Exercise description: In the entries that follow, the line with "assertCan, type Member" opens the range and the line with "export class LastOwnerError" closes it; repeat that range exactly, both lines included.

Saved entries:
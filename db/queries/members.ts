import { and, asc, count, eq } from "drizzle-orm";
import type { Role } from "@/lib/vocabulary";
import { assertCan, type Member } from "@/lib/auth/can";
import { ConflictError, notFound } from "@/lib/errors";
import { getDb, type DbOrTx, type Tx } from "../client";
import { memberships, users } from "../schema";
import { recordAudit } from "./audit";

/** Raised when a change would leave the workshop without an owner. */
export class LastOwnerError extends ConflictError {
  constructor(what: string) {
    super(`The workshop needs at least one owner; make someone else owner before you ${what}.`);
  }
}

/** Everyone in the member's workshop with their role; any role may read it. */
export function listMembers(member: Member) {
  return getDb()
    .select({ id: memberships.id, userId: users.id, name: users.name, email: users.email, role: memberships.role, joinedAt: memberships.createdAt })
    .from(memberships)
    .innerJoin(users, eq(users.id, memberships.userId))
    .where(eq(memberships.workshopId, member.workshopId))
    .orderBy(asc(memberships.createdAt), asc(memberships.id))
    .all();
}
export type MemberRow = ReturnType<typeof listMembers>[number];

function findMembership(tx: Tx, member: Member, membershipId: number) {
  const row = tx
    .select({ id: memberships.id, userId: memberships.userId, role: memberships.role, name: users.name, email: users.email })
    .from(memberships)
    .innerJoin(users, eq(users.id, memberships.userId))
    .where(and(eq(memberships.id, membershipId), eq(memberships.workshopId, member.workshopId)))
    .get();
  if (!row) throw notFound("That member");
  return row;
}

function ownerCount(tx: Tx, workshopId: number): number {
  return (
    tx
      .select({ n: count() })
      .from(memberships)
      .where(and(eq(memberships.workshopId, workshopId), eq(memberships.role, "owner")))
      .get()?.n ?? 0
  );
}

export function changeMemberRole(member: Member, membershipId: number, role: Role) {
  assertCan(member, "manageMembers", "change members' roles");
  // Immediate transaction: the owner count and the update see the same state even with two owners acting at once.
  return getDb().transaction(
    (tx) => {
      const target = findMembership(tx, member, membershipId);
      if (target.role === role) return { ...target, changed: false };
      if (target.role === "owner" && ownerCount(tx, member.workshopId) <= 1) throw new LastOwnerError("change this role");
      tx.update(memberships).set({ role }).where(eq(memberships.id, target.id)).run();
      recordAudit(tx, {
        workshopId: member.workshopId,
        actorUserId: member.userId,
        action: "member.role-changed",
        detail: { name: target.name, email: target.email, from: target.role, to: role },
      });
      return { ...target, role, changed: true };
    },
    { behavior: "immediate" },
  );
}

export function removeMember(member: Member, membershipId: number) {
  assertCan(member, "manageMembers", "remove members");
  return getDb().transaction(
    (tx) => {
      const target = findMembership(tx, member, membershipId);
      if (target.role === "owner" && ownerCount(tx, member.workshopId) <= 1) throw new LastOwnerError("leave");
      tx.delete(memberships).where(eq(memberships.id, target.id)).run();
      recordAudit(tx, {
        workshopId: member.workshopId,
        actorUserId: member.userId,
        action: "member.removed",
        detail: { name: target.name, email: target.email, role: target.role },
      });
      return target;
    },
    { behavior: "immediate" },
  );
}

export function isMemberOf(tx: DbOrTx, workshopId: number, userId: number): boolean {
  return !!tx
    .select({ id: memberships.id })
    .from(memberships)
    .where(and(eq(memberships.workshopId, workshopId), eq(memberships.userId, userId)))
    .get();
}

Completed exercise:
import { assertCan, type Member } from "@/lib/auth/can";
import { ConflictError, notFound } from "@/lib/errors";
import { getDb, type DbOrTx, type Tx } from "../client";
import { memberships, users } from "../schema";
import { recordAudit } from "./audit";

/** Raised when a change would leave the workshop without an owner. */
export class LastOwnerError extends ConflictError {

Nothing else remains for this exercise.